As Minister of Canadian Heritage, Rodriguez will be responsible for implementing the government’s plan to strengthen Canada’s cultural and creative industries, and will be tasked with managing the legislative, regulatory, and Cabinet processes to deliver on the government’s priorities.
“On behalf of Music Canada, I would like to congratulate the Hon. Pablo Rodriguez on his appointment as Minister of Canadian Heritage,” Graham Henderson, Music Canada President and CEO of Music Canada, said in a statement Thursday.
“In this role, he has the opportunity to improve the livelihood of Canadian creators, by creating the conditions for a functioning marketplace where creators receive fair compensation for the use of their work. We look forward to working with Minister Rodriguez to continue to advance policies that support creators and the companies that invest in them.”
Music Canada also extends congratulations to the Hon. Mélanie Joly on her appointment as the Minister of Tourism, Official Languages and La Francophonie, and expresses appreciation for her leadership on key policies affecting Canada’s music sector, including the initiation of a process to reform the Copyright Board of Canada, the launch of the statutory review of the Copyright Act, and the #DigiCanCon consultations.
“During her tenure as Minister of Canadian Heritage, Mélanie Joly advanced key priorities to strengthen Canada’s creative industries and improve the livelihood of Canadian creators,” says Henderson. “Her efforts to improve the regulatory frameworks that affect creators, such as the Copyright Board and the Copyright Act, have begun a process to put creators at the heart of cultural policy. Thank you, Minister Joly, and best wishes in your new role.”
In the music sector, Music Canada has been the lead advocate for practical and forward-looking improvements to Canada’s marketplace, institutions, and legal framework. The most pressing issue for the music sector in Canada, and around the world, is the Value Gap. Defined as “the significant disparity between the value of creative content that is accessed and enjoyed by consumers, and the revenues that are returned to the people and businesses who create it,” the Value Gap threatens the future of Canadian culture by harming creators’ ability to make a living from their work.

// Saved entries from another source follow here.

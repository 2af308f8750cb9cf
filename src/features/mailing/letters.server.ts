import { randomBytes } from 'node:crypto';
import { config } from '@/config.server';
import { db, sqlite } from '@/db/client.server';
import { letters } from '@/db/schema';
import { waitAfter } from './backoff';
import { letterHtml } from './letter-html';
import { judge, type Answer } from './outcome';
import { senderParts } from './sender';
import type { Message } from './transport.server';

export interface Letter {
  readonly toName?: string | null;
  readonly toAddress: string;
  readonly subject: string;
  readonly text: string;
  /** Usual: made from the text, with its links. */
  readonly html?: string;
  /** Usual: `Auto-Submitted: auto-generated`, since nobody sits behind it. `From` and `Reply-To` count too. */
  readonly headers?: Readonly<Record<string, string>>;
  /** After this it is worth nothing and is not sent any more. */
  readonly expiresInMinutes: number;
}

/**
 * Puts one mail to one person in the outbox; the mail worker sends it within a second or two, and tries again when the
 * server is away. May be called inside a transaction.
 *
 *     queueLetter({ toAddress: 'wenna@quilletlane.example', subject: 'Your link', text: 'Open this:\n\nhttps://…', expiresInMinutes: 15 })
 */
export function queueLetter(letter: Letter): void {
  const { toName = null, toAddress, subject, text, html = letterHtml(text), headers, expiresInMinutes } = letter;
  if ([toAddress, subject].some((line) => /[\r\n\0]/.test(line)))
    throw new Error('a line break in a header of a letter');
  const now = Date.now();
  db.insert(letters)
    .values({
      id: randomBytes(12).toString('hex'),
      toName: toName && toName.replace(/[\r\n\0]/g, ' '),
      toAddress,
      subject,
      text,
      html,
      headers: headers ?? { 'Auto-Submitted': 'auto-generated' },
      nextAt: new Date(now),
      createdAt: new Date(now),
      expiresAt: new Date(now + expiresInMinutes * 60_000),
    })
    .run();
}

export interface DueLetter {
  readonly id: string;
  readonly attempts: number;
  readonly toName: string | null;
  readonly toAddress: string;
  readonly subject: string;
  readonly text: string;
  readonly html: string;
  readonly headers: string;
  readonly createdAt: number;
}

/** Longer than any answer may take: a letter that a dead process held is sent again after this. */
const HOLD = 25 * 60_000;

/** Takes the next letter that is due; two workers never take the same one. */
export function takeLetter(now: number): DueLetter | null {
  const database = sqlite();
  // Looked at several times a second: no write unless there is something to write.
  const any = database.prepare(
    "SELECT 1 FROM letter WHERE state = 'queued' AND (next_at <= @now OR expires_at <= @now) LIMIT 1",
  );
  if (!any.get({ now })) return null;
  return database
    .transaction((): DueLetter | null => {
      const blank = "text = '', html = ''";
      database
        .prepare(`UPDATE letter SET state = 'expired', ${blank} WHERE state = 'queued' AND expires_at <= ?`)
        .run(now);
      const letter = database
        .prepare(
          `UPDATE letter SET attempts = attempts + 1, next_at = @until WHERE id = (
             SELECT id FROM letter WHERE state = 'queued' AND next_at <= @now ORDER BY next_at LIMIT 1)
           RETURNING id, attempts, to_name AS toName, to_address AS toAddress, subject, text, html, headers, created_at AS createdAt`,
        )
        .get({ now, until: now + HOLD }) as DueLetter | undefined;
      return letter ?? null;
    })
    .immediate();
}

export function letterMessage(letter: DueLetter): Message {
  const { From, 'Reply-To': replyTo, ...headers } = JSON.parse(letter.headers) as Record<string, string>;
  const { domain, ...sender } = senderParts(From ?? config.mailFrom);
  return {
    envelope: { from: senderParts(config.mailFrom).address, to: letter.toAddress },
    from: sender,
    to: { name: letter.toName ?? '', address: letter.toAddress },
    replyTo,
    subject: letter.subject,
    text: letter.text,
    html: letter.html || undefined,
    messageId: `<l.${letter.id}@${domain}>`,
    date: new Date(letter.createdAt),
    headers,
  };
}

/**
 * Writes down what came of a letter. What it said is forgotten once it has gone: it may hold a sign-in link. A lost
 * answer is tried again, since a letter twice is better than none.
 */
export function recordLetter(
  { id, attempts }: DueLetter,
  answer: Answer,
  { now, random }: { now: number; random: number },
): void {
  const outcome = judge(answer);
  const reply = answer.reply.slice(0, 300);
  const end = sqlite().prepare("UPDATE letter SET state = @state, reply = @reply, text = '', html = '' WHERE id = @id");
  const again = sqlite().prepare(
    'UPDATE letter SET attempts = @attempts, next_at = @nextAt, reply = @reply WHERE id = @id',
  );
  switch (outcome.kind) {
    case 'accepted':
      end.run({ id, reply, state: 'accepted' });
      return;
    case 'refused':
    case 'stop':
      end.run({ id, reply, state: 'rejected' });
      return;
    case 'server away':
      again.run({ id, reply, attempts: attempts - 1, nextAt: now });
      return;
    case 'later':
    case 'unknown':
      again.run({ id, reply, attempts, nextAt: now + waitAfter(attempts, random) });
  }
}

Music Canada’s comprehensive report, The Value Gap: Its Origins, Impacts and a Made-in-Canada Approach, provides insights into how policymakers can reverse the Value Gap. The report recommends four steps that could be quickly implemented, and would help creators and harmonize Canadian policy with international standards:
Remove the $1.25 Million Radio Royalty Exemption
Amend the Definition of ‘Sound Recording’ in the Copyright Act
Address the Effects of Safe Harbour Laws and Exceptions in Canada
Private Copying: Renew Support for Music Creators
Each of these recommended changes removes an unfair subsidy, harmonizes the laws within our industries, and brings us to international standards.
The report was presented to the Industry, Science and Technology committee as part of the Statutory Review of the Copyright Act, as well as the Canadian Heritage Committee in their study of Remuneration Models for Artists and Creative Industries, where it has been cited by members of the committee as well as several other industry groups appearing as witnesses before the committee.